Saved data entries:

=== Section Start ===

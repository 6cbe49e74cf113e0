"""Which motion an arm has for a seed."""

import numpy as np
import pytest

from kinematics.travel_limits import travel_margin
from service import demo
from service.simulation.motion import USUAL_SEED, wandering_of
from service.wire.arms import read_arm

DOCUMENTS = demo.documents()
OF_THE_TABLE = ("name", "convention", "units", "rows", "combined_travel")


@pytest.mark.parametrize("document", DOCUMENTS, ids=[document["name"] for document in DOCUMENTS])
def test_each_arm_of_the_demonstration_wanders_within_its_travel(document: object) -> None:
    assert isinstance(document, dict)
    arm = read_arm({key: document[key] for key in OF_THE_TABLE if key in document}).arm
    wandering = wandering_of(arm, USUAL_SEED)
    postures = np.array([wandering.at(0.05 * step) for step in range(1200)])
    assert (travel_margin(arm, postures) > 0.0).all()
    assert (np.ptp(postures, axis=0) > 0.0).all()


def test_arms_of_one_table_move_each_in_its_own_way() -> None:
    document = {key: DOCUMENTS[0][key] for key in OF_THE_TABLE if key in DOCUMENTS[0]}
    one, same, other = (
        wandering_of(read_arm({**document, "name": name}).arm, 3).at(5.0).tolist()
        for name in ("left", "left", "right")
    )
    assert one == same
    assert one != other
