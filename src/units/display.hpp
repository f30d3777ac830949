#pragma once
// Units and digits of what is printed for people.

#include <array>
#include <string>
#include <string_view>

#include "groundsill/model.hpp"

namespace groundsill {

/// What a printed number measures: one dimension may be printed in several units, by what it is the size of.
enum class Shown {
    length,    ///< of members, places along them
    dimension, ///< of a section
    movement,
    rotation,
    force,
    line_load,
    moment,
    stress,
    area,
    second_moment,
    stiffness,            ///< force per movement
    rotational_stiffness, ///< moment per rotation
    density,
    temperature, ///< a difference
    expansion,
};
inline constexpr int shown_count = 15;

/// The display units of a model: metric (m, mm, kN, kN m, mrad, MPa) or US customary (ft, in, kip, kip ft, mrad, ksi).
class Display {
  public:
    explicit Display(DisplayUnits units);

    std::string_view unit(Shown kind) const { return names_[static_cast<std::size_t>(kind)]; }

    /// A value in SI turned into the display unit.
    double in_unit(Shown kind, double si) const;

    /// A result: four significant digits and no unit, for a column.
    std::string result(Shown kind, double si) const;
    /// The same with its unit.
    std::string result_with_unit(Shown kind, double si) const;
    /// A given quantity, with its unit and as many digits (six at most) as it needs: "6 m".
    std::string given(Shown kind, double si) const;

  private:
    const std::array<std::string_view, shown_count>& names_;
    std::array<double, shown_count> up_; ///< SI value = number * up / down
    std::array<double, shown_count> down_;
};

/// Four significant digits, trailing zeros kept: "12.30". From 1000 to a million whole numbers; outside of 0.001 to a
/// million powers of ten. 0 is "0".
std::string significant(double value);

/// Six significant digits at most, without trailing zeros: "0.18"; from a million to ten thousand million whole
/// numbers.
std::string compact(double value);

} // namespace groundsill
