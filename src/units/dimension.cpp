#include "units/dimension.hpp"

namespace groundsill {
namespace {

struct DimensionName {
    Dimension dimension;
    std::string_view words;
    std::string_view unit;
};

constexpr DimensionName dimension_names[] = {
    {dimension::none, "a number without a unit", ""},
    {dimension::length, "a length", "m"},
    {dimension::area, "an area", "mm2"},
    {{3, 0, 0, 0}, "a volume", "m3"},
    {dimension::second_moment, "a second moment of area", "mm4"},
    {dimension::mass, "a mass", "kg"},
    {dimension::density, "a mass per volume", "kg/m3"},
    {{-1, 1, 0, 0}, "a mass per length", "kg/m"},
    {{-2, 1, 0, 0}, "a mass per area", "kg/m2"},
    {dimension::time, "a time", "s"},
    {dimension::frequency, "a frequency", "Hz"},
    {dimension::velocity, "a speed", "m/s"},
    {dimension::acceleration, "an acceleration", "m/s2"},
    {dimension::temperature, "a temperature difference", "K"},
    {dimension::expansion, "a number per temperature", "/K"},
    {dimension::force, "a force", "kN"},
    {dimension::moment, "a force times a length", "kN m"},
    {dimension::force_per_length, "a force per length", "kN/m"},
    {dimension::stress, "a force per area", "MPa"},
    {dimension::force_per_volume, "a force per volume", "kN/m3"},
    {{3, 1, -2, 0}, "a force times an area", "kN m2"},
    {dimension::flexibility, "a length per force", "mm/kN"},
};

void append_power(std::string& text, std::string_view unit, int power) {
    if (power == 0) return;
    text += ' ';
    text += unit;
    if (power != 1) text += "^" + std::to_string(power);
}

} // namespace

std::string dimension_words(Dimension dimension) {
    for (const DimensionName& name : dimension_names) {
        if (name.dimension == dimension) return std::string(name.words);
    }
    std::string text = "a quantity in";
    append_power(text, "m", dimension.length);
    append_power(text, "kg", dimension.mass);
    append_power(text, "s", dimension.time);
    append_power(text, "K", dimension.temperature);
    return text;
}

std::string_view usual_unit(Dimension dimension) {
    for (const DimensionName& name : dimension_names) {
        if (name.dimension == dimension) return name.unit;
    }
    return {};
}

} // namespace groundsill
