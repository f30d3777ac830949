#include "units/grammar.hpp"

#include <algorithm>
#include <charconv>
#include <cmath>
#include <numbers>

#include "units/spelling.hpp"

namespace groundsill {
namespace {

struct NamedUnit {
    std::string_view name;
    Unit unit;
};

// Pound-force in newtons, times 1e13: 0.45359237 * 9.80665.
constexpr double lbf_e13 = 44482216152605;

// Sorted by name, as bytes.
constexpr NamedUnit known_units[] = {
    {"%", {1, 100, dimension::none}},
    {"GPa", {1e9, 1, dimension::stress}},
    {"Hz", {1, 1, dimension::frequency}},
    {"K", {1, 1, dimension::temperature}},
    {"MN", {1e6, 1, dimension::force}},
    {"MNm", {1e6, 1, dimension::moment}},
    {"MPa", {1e6, 1, dimension::stress}},
    {"N", {1, 1, dimension::force}},
    {"Nm", {1, 1, dimension::moment}},
    {"Pa", {1, 1, dimension::stress}},
    {"cm", {1, 100, dimension::length}},
    {"deg", {std::numbers::pi, 180, dimension::angle}},
    {"degC", {1, 1, dimension::temperature}},
    {"degF", {5, 9, dimension::temperature}},
    {"ft", {3048, 10000, dimension::length}},
    {"g", {1, 1000, dimension::mass, 0, 1}},
    {"in", {254, 10000, dimension::length}},
    {"kN", {1e3, 1, dimension::force}},
    {"kNm", {1e3, 1, dimension::moment}},
    {"kPa", {1e3, 1, dimension::stress}},
    {"kg", {1, 1, dimension::mass, 0, 1}},
    {"kip", {lbf_e13, 1e10, dimension::force}},
    {"km", {1e3, 1, dimension::length}},
    {"ksi", {lbf_e13, 6451600, dimension::stress}}, // 1e10 * 0.0254^2
    {"lb", {45359237, 1e8, dimension::mass, 1, 0}},
    {"lbf", {lbf_e13, 1e13, dimension::force}},
    {"m", {1, 1, dimension::length}},
    {"mm", {1, 1000, dimension::length}},
    {"mrad", {1, 1000, dimension::angle}},
    {"psf", {lbf_e13, 929030400000, dimension::stress}}, // 1e13 * 0.3048^2
    {"psi", {lbf_e13, 6451600000, dimension::stress}},   // 1e13 * 0.0254^2
    {"rad", {1, 1, dimension::angle}},
    {"s", {1, 1, dimension::time}},
    {"slug", {lbf_e13, 3048000000000, dimension::mass, 0, 1}}, // lbf s2/ft
    {"t", {1000, 1, dimension::mass, 0, 1}},
};
static_assert(std::ranges::is_sorted(known_units, {}, &NamedUnit::name));

const Unit* find_unit(std::string_view name) {
    const auto* found = std::ranges::lower_bound(known_units, name, {}, &NamedUnit::name);
    return found != std::end(known_units) && found->name == name ? &found->unit : nullptr;
}

// Spellings of other places for which the nearest name would mislead.
struct OtherSpelling {
    std::string_view written;
    std::string_view meant;
};
constexpr OtherSpelling other_spellings[] = {
    {"°", "deg"}, {"°C", "degC"}, {"C", "degC"}, {"°F", "degF"}, {"F", "degF"}, {"lbs", "lb' or 'lbf"}, {"\"", "in"},
    {"'", "ft"},  {"kgf", "N"},   {"tf", "kN"},  {"sec", "s"},   {"ton", "t"},  {"degrees", "deg"},     {"k", "kip"},
};

std::string unknown_unit(std::string_view name) {
    const std::string start = "unknown unit " + quoted(name) + ": did you mean '";
    for (const OtherSpelling& other : other_spellings) {
        if (other.written == name) return start + std::string(other.meant) + "'?";
    }
    NearestWord nearest(name);
    for (const NamedUnit& unit : known_units) nearest.consider(unit.name);
    return start + std::string(nearest.word()) + "'?";
}

bool starts_number(char c) { return (c >= '0' && c <= '9') || c == '.'; }

/// Walks over the text of a unit.
class UnitParser {
  public:
    UnitParser(std::string_view text, std::string& error) : text_(text), rest_(text), error_(error) {}

    std::optional<Unit> parse() {
        skip_spaces();
        if (rest_.starts_with('1')) { // "1/K"
            take(1);
            skip_spaces();
            if (!rest_.starts_with('/'))
                return fail("a unit begins with a name, as in \"kN/m\", or with 1/, as in \"1/K\"");
        } else if (!rest_.starts_with('/') && !factor(1)) {
            return {};
        }
        while (skip_spaces(), !rest_.empty()) {
            if (!next_factor()) return {};
        }
        return unit_;
    }

  private:
    std::string_view text_;
    std::string_view rest_;
    std::string& error_;
    Unit unit_;
    bool divided_ = false;

    std::nullopt_t fail(std::string message) {
        error_ = std::move(message);
        return std::nullopt;
    }

    void take(std::size_t bytes) { rest_.remove_prefix(bytes); }

    bool accept(std::string_view token) {
        if (!rest_.starts_with(token)) return false;
        take(token.size());
        return true;
    }

    void skip_spaces() {
        // A plain space, the no-break space U+00A0 and its narrow sister U+202F, as typesetting puts them.
        while (accept(" ") || accept("\u00A0") || accept("\u202F")) {
        }
    }

    bool next_factor() {
        if (accept("/")) {
            divided_ = true;
            skip_spaces();
            return factor(-1);
        }
        if (accept("*") || accept("\u00B7") || accept("\u22C5")) skip_spaces();
        if (divided_) {
            fail("it is not clear whether what follows the divisor in " + quoted(text_) +
                 " multiplies or divides: put products first, as in \"kN m/rad\", or repeat the slash, as in "
                 "\"kN/m/m\"");
            return false;
        }
        return factor(1);
    }

    bool factor(int sign) {
        const std::string_view name = symbol();
        if (name.empty()) {
            fail(misplaced());
            return false;
        }
        const Unit* found = find_unit(name);
        if (found == nullptr) {
            fail(unknown_unit(name));
            return false;
        }
        const std::optional<int> exponent = power();
        if (!exponent) return false;
        unit_ = unit_.times(*found, sign * *exponent);
        const Dimension& d = unit_.dimension;
        const auto too_high = [](int e) { return e > 20 || e < -20; };
        if (too_high(d.length) || too_high(d.mass) || too_high(d.time) || too_high(d.temperature)) {
            fail("the powers in " + quoted(text_) + " add up to more than any quantity has");
            return false;
        }
        return true;
    }

    std::string_view symbol() {
        std::size_t end = 0;
        while (end < rest_.size() && is_symbol_byte(end)) ++end;
        const std::string_view name = rest_.substr(0, end);
        take(end);
        return name;
    }

    bool is_symbol_byte(std::size_t i) const {
        const char c = rest_[i];
        if ((c >= 'a' && c <= 'z') || (c >= 'A' && c <= 'Z') || c == '%' || c == '\'' || c == '"') return true;
        if (static_cast<unsigned char>(c) < 0x80) return false;
        const std::string_view here = rest_.substr(i);
        for (const std::string_view other : {"\u00A0", "\u202F", "\u00B7", "\u22C5", "²", "³", "⁴", "¹", "⁻"}) {
            if (here.starts_with(other)) return false;
        }
        return true;
    }

    /// What is wrong where a unit's name should begin.
    std::string misplaced() const {
        const std::string in = " in " + quoted(text_);
        if (rest_.empty()) return "a unit is missing at the end of " + quoted(text_);
        if (rest_.front() == '(' || rest_.front() == ')') {
            return "parentheses do not belong into a unit: repeat the slash, as in \"kN/m/m\"";
        }
        if (rest_.front() == '-' || rest_.front() == '.') {
            return "units are multiplied by a space, * or ·, as in \"kN m\": found " + quoted(rest_.substr(0, 1)) + in;
        }
        return "expected the name of a unit" + in;
    }

    /// The power after a name: "2", "^2", "²", "^-1"; 1 when there is none.
    std::optional<int> power() {
        if (accept("²")) return 2;
        if (accept("³")) return 3;
        if (accept("⁴")) return 4;
        if (accept("⁻¹")) return -1;
        const bool caret = accept("^");
        const bool minus = rest_.size() > 1 && rest_[0] == '-' && rest_[1] >= '0' && rest_[1] <= '9';
        if (minus) take(1);
        int exponent = 0;
        const auto [end, status] = std::from_chars(rest_.data(), rest_.data() + rest_.size(), exponent);
        if (end == rest_.data()) {
            if (!caret) return 1;
            return fail("a whole number must follow ^ in " + quoted(text_));
        }
        if (status != std::errc{} || exponent < 1 || exponent > 9 ||
            (end != rest_.data() + rest_.size() && *end == '.')) {
            return fail("the powers in a unit are whole numbers from 1 to 9: found " + quoted(text_));
        }
        take(static_cast<std::size_t>(end - rest_.data()));
        return minus ? -exponent : exponent;
    }
};

std::string_view trimmed(std::string_view text) {
    while (text.starts_with(' ')) text.remove_prefix(1);
    while (text.ends_with(' ')) text.remove_suffix(1);
    return text;
}

/// Reads the number at the start of `text` and takes it off.
std::optional<double> take_number(std::string_view& text, std::string& error) {
    const std::string_view whole = text;
    std::string_view digits = text;
    if (digits.starts_with('+')) digits.remove_prefix(1);
    const std::string_view unsigned_part = digits.starts_with('-') ? digits.substr(1) : digits;
    double number = 0;
    const bool has_number = !unsigned_part.empty() && starts_number(unsigned_part.front());
    const auto [end, status] = std::from_chars(digits.data(), digits.data() + digits.size(), number);
    if (!has_number || status == std::errc::invalid_argument) {
        error = whole.empty() ? "the text is empty: a quantity is a number with a unit, as in \"12.5 kN/m\""
                : whole.starts_with("\u2212")
                    ? "the minus of " + quoted(whole) + " is a typographic one: write -"
                    : quoted(whole) +
                          " does not begin with a number: a quantity is a number with a unit, as in \"12.5 kN/m\"";
        return {};
    }
    if (status != std::errc{} || !std::isfinite(number)) {
        error = "the number in " + quoted(whole) + " is beyond what a computer's number can hold";
        return {};
    }
    text = digits.substr(static_cast<std::size_t>(end - digits.data()));
    if (text.starts_with(',') || text.starts_with('_')) {
        error =
            "write the number in " + quoted(whole) + " with a decimal point and without separators, as in \"1234.5\"";
        return {};
    }
    return number;
}

/// The rest of "1/360" after the 1, if it is that: a slash and a number.
bool is_fraction(std::string_view rest) {
    if (!rest.starts_with('/')) return false;
    rest = trimmed(rest.substr(1));
    return !rest.empty() && starts_number(rest.front());
}

std::optional<Quantity> parse_fraction(double numerator, std::string_view rest, std::string& error) {
    const std::string_view whole = rest;
    rest = trimmed(rest.substr(1));
    const std::optional<double> denominator = take_number(rest, error);
    if (!denominator) return {};
    if (!rest.empty() || *denominator == 0) {
        error = "a fraction is written as in \"1/360\", without a unit: found " + quoted(rest.empty() ? whole : rest);
        return {};
    }
    return Quantity{numerator / *denominator, {}, true, true};
}

} // namespace

Unit Unit::times(const Unit& other, int power) const {
    Unit result = *this;
    for (int i = 0; i < std::abs(power); ++i) {
        result.up *= power > 0 ? other.up : other.down;
        result.down *= power > 0 ? other.down : other.up;
    }
    result.dimension = dimension.times(other.dimension, power);
    result.pounds += power * other.pounds;
    result.masses += power * other.masses;
    return result;
}

std::optional<Unit> parse_unit(std::string_view text, std::string& error) {
    return UnitParser(trimmed(text), error).parse();
}

std::optional<Quantity> parse_quantity(std::string_view text, std::string& error) {
    std::string_view rest = trimmed(text);
    const std::optional<double> number = take_number(rest, error);
    if (!number) return {};
    rest = trimmed(rest);
    if (rest.empty()) return Quantity{*number, {}, false, false};
    if (is_fraction(rest)) return parse_fraction(*number, rest, error);
    const std::optional<Unit> unit = parse_unit(rest, error);
    if (!unit) return {};
    const double value = unit->to_si(*number);
    if (!std::isfinite(value)) {
        error = quoted(text) + " is beyond what a computer's number can hold";
        return {};
    }
    return Quantity{value, *unit, true, rest == "%"};
}

std::string mismatch_words(Dimension expected, const Quantity& got) {
    const auto words = [](Dimension d) { return d == dimension::angle ? "an angle" : dimension_words(d); };
    std::string message =
        "expected " + words(expected) + ", got " + (got.is_fraction ? "a fraction" : words(got.unit.dimension));
    const Dimension weight = dimension::acceleration; // what makes a force of a mass
    if (got.unit.pounds != 0 && got.unit.dimension.times(weight, got.unit.pounds) == expected) {
        return message + ": did you mean lbf instead of lb?";
    }
    if (got.unit.masses != 0 && got.unit.dimension.times(weight, got.unit.masses) == expected) {
        return message + ": give the weight instead of the mass, 1 kg weighs 9.80665 N";
    }
    return message;
}

} // namespace groundsill
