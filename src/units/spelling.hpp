#pragma once
// Which known word did somebody mean?

#include <string>
#include <string_view>

namespace groundsill {

/// How far apart two words are spelled: 2 for each letter that is missing, added, replaced, or exchanged with its
/// neighbour, 1 for one in the wrong case. Only the first 64 bytes count.
/// \param limit distances of this size and above need not be told apart: any number from `limit` on may come back
int spelling_distance(std::string_view a, std::string_view b, int limit);

/// Keeps the nearest of the words that it is shown; of equally near ones, the first.
class NearestWord {
  public:
    explicit NearestWord(std::string_view wanted) : wanted_(wanted) {}

    void consider(std::string_view known);

    /// Empty when no word was considered.
    std::string_view word() const { return best_; }

    /// True when the nearest word is so near that it may well have been meant.
    bool is_near() const;

  private:
    std::string_view wanted_;
    std::string_view best_;
    int distance_ = 1000;
};

/// A word in quotation marks for a message; long ones are cut.
std::string quoted(std::string_view word);

} // namespace groundsill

=== Section End ===

● Problem requirements:
Quote the records above from their first line through the line containing "wandering = wandering_of(arm, USUAL_SEED)", both ends included.

● Completed exercise:
repository 6cbe49e74cf113e0
"""Which motion an arm has for a seed."""

import numpy as np
import pytest

from kinematics.travel_limits import travel_margin
from service import demo
from service.simulation.motion import USUAL_SEED, wandering_of
from service.wire.arms import read_arm

DOCUMENTS = demo.documents()
OF_THE_TABLE = ("name", "convention", "units", "rows", "combined_travel")


@pytest.mark.parametrize("document", DOCUMENTS, ids=[document["name"] for document in DOCUMENTS])
def test_each_arm_of_the_demonstration_wanders_within_its_travel(document: object) -> None:
    assert isinstance(document, dict)
    arm = read_arm({key: document[key] for key in OF_THE_TABLE if key in document}).arm
    wandering = wandering_of(arm, USUAL_SEED)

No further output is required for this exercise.